Damit schuf er einen unkonventionellen Sprengkörper, der umso gefährlicher war, weil er nach dem Anzünden jederzeit hätte explodieren können. Dies geht aus dem am Dienstag veröffentlichten begründeten Urteil des Bundesstrafgerichts vom 24. März 2026 hervor.
Nachdem der Freiburger aus dem Bus gestiegen war, entfachte er die Zündschnur und warf den Sprengkörper in die Menge. Bei ordnungsgemässem Gebrauch dürfte das Feuerwerk nicht auf den Boden geworfen werden, und es wäre ein Sicherheitsabstand von 25 Metern zu Drittpersonen einzuhalten.
Eigene Fans gefährdet
Der junge Mann war von etwa fünfzig Personen umringt – grösstenteils Fans von Fribourg Gottéron – und etwa fünfzehn Polizisten. Vor Gericht sagte er, dass er nur Krach habe machen wollen. Der Sprengkörper enthielt 3,5 Gramm Sprengstoff, was ein erhebliches Risiko für schwere Verletzungen birgt, wie das Gericht in Bellinzona festgehalten hat.
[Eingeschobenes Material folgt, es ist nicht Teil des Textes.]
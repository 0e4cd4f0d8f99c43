//! Shapes whose largest circle is known, and random ones against sampling.

use super::*;
use crate::geometry::NominalSpec;
use crate::geometry::outline::{Loop, Outline};
use proptest::prelude::*;
use std::f64::consts::{PI, TAU};

fn lumen(outline: Outline) -> Lumen {
    outline.lumens.into_iter().next().unwrap()
}

fn rectangle(width: f64, height: f64) -> Outline {
    Outline::single(vec![
        [0.0, 0.0],
        [width, 0.0],
        [width, height],
        [0.0, height],
    ])
}

fn circle_points(radius: f64, centre: Point, n: usize) -> Vec<Point> {
    (0..n)
        .map(|i| {
            let angle = TAU * i as f64 / n as f64;
            [
                centre[0] + radius * angle.cos(),
                centre[1] + radius * angle.sin(),
            ]
        })
        .collect()
}

/// Checks the radius and returns the number of cells.
#[track_caller]
fn assert_radius(lumen: &Lumen, radius: f64) -> usize {
    let (circle, cells) = Search::new(lumen).unwrap().run();
    let circle = circle.unwrap();
    let error = circle.radius / radius - 1.0;
    assert!(
        error.abs() < 1.1e-6,
        "{circle:?}, expected {radius}, {cells} cells"
    );
    assert!(circle.radius_bound >= radius * (1.0 - 1e-12));
    assert!(
        circle.radius_bound <= radius * (1.0 + 1.1e-6),
        "{circle:?} {cells} cells"
    );
    cells
}

#[test]
fn long_rectangles_in_any_direction_need_few_cells() {
    for angle in [0.0, 0.1, 0.5, PI / 4.0, 1.3] {
        let slot = lumen(rectangle(1e-3, 1e-6).rotated(angle, [3e-4, 1e-4]));
        let cells = assert_radius(&slot, 0.5e-6);
        assert!(cells < CELL_LIMIT, "{cells} cells at {angle}");
    }
}

#[test]
fn a_slot_too_long_for_a_tight_bound_still_gives_its_radius() {
    let slot = lumen(rectangle(1e-1, 1e-6).rotated(0.6, [0.0; 2]));
    let (circle, cells) = Search::new(&slot).unwrap().run();
    let circle = circle.unwrap();
    assert!((circle.radius / 0.5e-6 - 1.0).abs() < 1e-6, "{circle:?}");
    assert!(circle.radius_bound > circle.radius && cells <= CELL_LIMIT + 4);
}

#[test]
fn a_slanted_comb_gives_the_circle_at_the_foot_of_a_tooth() {
    let mut points = vec![[0.0, 0.0]];
    for x in (0..1000).map(f64::from) {
        points.extend([[x, 90.0], [x + 0.4, 90.0], [x + 0.4, 1.0], [x + 1.0, 1.0]]);
    }
    points.push([1000.0, 0.0]);
    // Between two corners of a tooth, 0.4 apart, and the floor: r^2 = 0.2^2 + (1 - r)^2.
    let circle = largest_inscribed_circle(&lumen(Outline::single(points).rotated(0.5, [0.0; 2])));
    let circle = circle.unwrap();
    assert!((circle.radius - 0.52).abs() < 1e-5, "{circle:?}");
    assert!(circle.radius_bound >= 0.52 * (1.0 - 1e-12));
}

#[test]
fn a_triangle_gives_its_incircle() {
    let triangle = Outline::single(vec![[0.0, 0.0], [4.0, 0.0], [0.0, 3.0]]);
    assert_radius(&lumen(triangle.rotated(0.3, [0.0; 2])), 1.0);
}

#[test]
fn an_eccentric_annulus_gives_half_its_widest_gap_and_a_concentric_one_half_its_gap() {
    // Inscribed polygons: the gap lies between the vertex circles and the edge circles.
    for (offset, gap) in [(0.2, 0.7), (0.0, 0.5)] {
        let n = 4000;
        let ring = Lumen {
            outer: Loop::new(circle_points(1.0, [0.0; 2], n)),
            islands: vec![Loop::new(circle_points(0.5, [-offset, 0.0], n))],
        };
        let (circle, _) = Search::new(&ring).unwrap().run();
        let circle = circle.unwrap();
        let slack = 1.0 - (PI / n as f64).cos() + 1e-6;
        assert!((circle.radius - 0.5 * gap).abs() < slack, "{circle:?}");
        assert!(
            circle.radius_bound < circle.radius * (1.0 + 1e-3),
            "{circle:?}"
        );
    }
}

#[test]
fn a_wall_of_many_vertices_costs_no_more_cells() {
    let n = 100_000;
    let points = (0..n).map(|i| {
        let angle = TAU * f64::from(i) / f64::from(n);
        let r = 1e-4 * (1.0 + 0.01 * (40.0 * angle).cos());
        [r * angle.cos(), r * angle.sin()]
    });
    let wavy = lumen(Outline::single(points.collect()));
    assert!(assert_radius(&wavy, 0.99e-4) < 500);
}

#[test]
fn walls_that_run_into_a_point_do_not_put_the_circle_outside() {
    // Tails of a ten-millionth of the depth, where lid and bottom are nearest to a rounding.
    let groove: NominalSpec = "gaussian_groove depth=1um width=1mm truncation=1e-7"
        .parse()
        .unwrap();
    let circle = largest_inscribed_circle(&lumen(groove.outline().unwrap())).unwrap();
    assert!((4.9e-7..5.1e-7).contains(&circle.radius), "{circle:?}");
}

#[test]
fn a_lumen_without_inside_has_no_circle() {
    for points in [
        vec![],
        vec![[1.0, 1.0]],
        vec![[0.0, 0.0], [1.0, 0.0]],
        vec![[f64::NAN; 2]; 4],
    ] {
        assert_eq!(
            largest_inscribed_circle(&lumen(Outline::single(points))),
            None
        );
    }
}

proptest! {
    #[test]
    fn no_sampled_point_is_farther_from_the_wall(
        radii in proptest::collection::vec(0.2..1.0_f64, 3..40),
        samples in proptest::collection::vec((0.0..1.0_f64, 0.0..TAU), 50),
    ) {
        let n = radii.len() as f64;
        let star: Vec<Point> = radii.iter().enumerate().map(|(i, r)| {
            let angle = TAU * i as f64 / n;
            [r * angle.cos(), r * angle.sin()]
        }).collect();
        let star = lumen(Outline::single(star));
        let circle = largest_inscribed_circle(&star).unwrap();
        prop_assert!(circle.radius_bound <= circle.radius * (1.0 + 2.0 * RADIUS_TOLERANCE));
        let search = Search::new(&star).unwrap();
        let at_centre = search.tree.nearest(circle.centre).unwrap();
        prop_assert!((at_centre.distance - circle.radius).abs() < 1e-12);
        prop_assert!(is_inside_by_counting(&star, circle.centre));
        for (r, angle) in samples {
            let p = [r * angle.cos(), r * angle.sin()];
            let near = search.tree.nearest(p).unwrap();
            let is_inside = is_inside_by_counting(&star, p);
            prop_assert_eq!(is_inside, search.is_inside(p, &near));
            prop_assert!(!is_inside || near.distance <= circle.radius_bound * (1.0 + 1e-12));
        }
    }
}

fn is_inside_by_counting(lumen: &Lumen, p: Point) -> bool {
    let crossed = lumen.outer.edges().filter(|(a, b)| {
        (a[1] > p[1]) != (b[1] > p[1])
            && p[0] < a[0] + (p[1] - a[1]) * (b[0] - a[0]) / (b[1] - a[1])
    });
    crossed.count() % 2 == 1
}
Der Eishockeyfan habe rücksichtslos gehandelt, ohne über die Folgen seiner Tat nachzudenken, heisst es im Urteil weiter. Die Richter weisen darauf hin, dass der Sprengkörper den Personen in der Umgebung schwere Verletzungen hätte zufügen können.
Es sei reiner Zufall, dass niemand zu Schaden gekommen sei. Der Freiburger habe die Anwesenden einer erheblichen Gefahr ausgesetzt, und zwar vorsätzlich. Aus diesem Grund wurde er wegen Gefährdung durch Sprengstoffe und giftige Gase in verbrecherischer Absicht für schuldig befunden. (Urteil SK.2025.61 vom 24.3.2026)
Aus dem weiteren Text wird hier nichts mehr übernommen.